Sunday, September 9, 2012

The two swords


On December 29, 1170, Thomas Becket, Archbishop of Canterbury, was hacked to death in his own cathedral by four minions of Henry II: murdered by four knights inspired -- whether intentionally or accidentally -- by the king's exasperated exclamation, "Will no one rid me of this turbulent priest?"

Most of us are familiar with the outlines of the story, if only from viewing the 1964 movie Becket (based on the Jean Anouilh play), or from attending T.S Eliot's drama, Murder in the Cathderal

As a college student, required to produce a thesis for my mandatory junior-year historiography seminar, I chose to examine the life of Becket.  Specifically, I addressed the issue of whether the Church had a reasonable basis for declaring Thomas a saint, just two years after his death.  Unfortunately, I didn't make a copy of my (doubtlessly) brilliant paper -- over thirty pages in length with voluminous footnotes -- probably because, following my normal custom, I had sat up all night, the night before it was due, typing it out on my old Smith Corona, and had hurriedly handed it in the next morning.  Somewhere, however, I still have the nearly illegible manuscript from which I did my typing.

I remember more about the process of research and writing than I do about the analysis contained in my magnum opus.  I'm confident, however, of my ultimate conclusion -- Thomas was indeed worthy of sainthood, although his acts and motivations often remain ambiguous  and confusing -- and certainly infused with the politics of his time.

As the play and movie suggest, Thomas Becket's life is the sort of stuff that popular history thrives on.  And today's New York Times presents a book review of a new look at the saint's life:  Thomas Becket, by John Guy.  The book is suggestively subtitled: "Warrior, Priest, Rebel: A Nine-Hundred-Year-Old Story Retold."

My research paper was a primitive attempt at the analysis of history as an historian, drawing no conclusions not based on reliable original source material.  A popular history, on the other hand, has the advantage of not being so restrained by documented facts -- the author can fill in the blanks, based on his empathy for the characters and for the times he is describing, so long as he doesn't actually contradict known facts.  This advantage makes the popular history more readable and exciting than the scholarly analysis; it also, however, if the author isn't careful, allows him to speculate freely, to impute today's motivations and concerns into the minds of those who lived in a totally different intellectual and emotional climate.
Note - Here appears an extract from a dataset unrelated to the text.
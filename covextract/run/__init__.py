"""Plan and run a recipe: the layer ``run``, ``refresh``, ``status`` and ``check`` share."""

from covextract.run.execute import RunResult, run
from covextract.run.plan import Plan, check_recipe, plan_recipe

__all__ = ["Plan", "RunResult", "check_recipe", "plan_recipe", "run"]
I haven't read Guy's book (although I intend to do so).  But the NYT review devotes some of its brief allotted space to discussing possible homosexual relationships between Becket (as a teenager) and an older friend and mentor, and -- later -- between Becket and Henry II himself.  Thomas Becket's life has been a subject of fascination to both friends and enemies, both religious and secular, for nearly a millennium.  I don't recall ever having read any such speculation until now, the sort of speculation that has seemed to permeate obsessively almost every biography -- of almost every person -- written in the past 50 years or so.

Judging from the review, Guy's work focuses on the conflict between the king and his former close friend and chancellor as "more like a chess match than a morality play."  To understand that conflict, and Becket's ultimate assassination, it's certainly critical that one understand the politics of the time.  The church's role in England was that of a major player, a force constantly at odds with the monarchy (when not acting, at other times, in its support).  But to us, those conflicts appear as merely cynical struggles for political and personal power, as in some cases they were.  But in the world of the eleventh century, the struggle for political power was never wholly divorced from the parallel struggle for personal salvation. 

The bishops and papacy thus strove for power for their own political ends, but at the same time sincerely believed they were fighting for God and the salvation of the souls entrusted to them.  And the king himself could never forget that any conflict between him and the church endangered not merely his power base, but also his own hopes for eternity.

As the review concludes, "Guy's biography is a portrait of a saint with plenty of shadows."  Those shadows have intrigued historians for centuries.  They were the reason my college paper seemed worth writing. 

I look forward to reading this new examination of the life of St. Thomas Becket, trusting it will offer  new insights into the life and world of this most complex of men.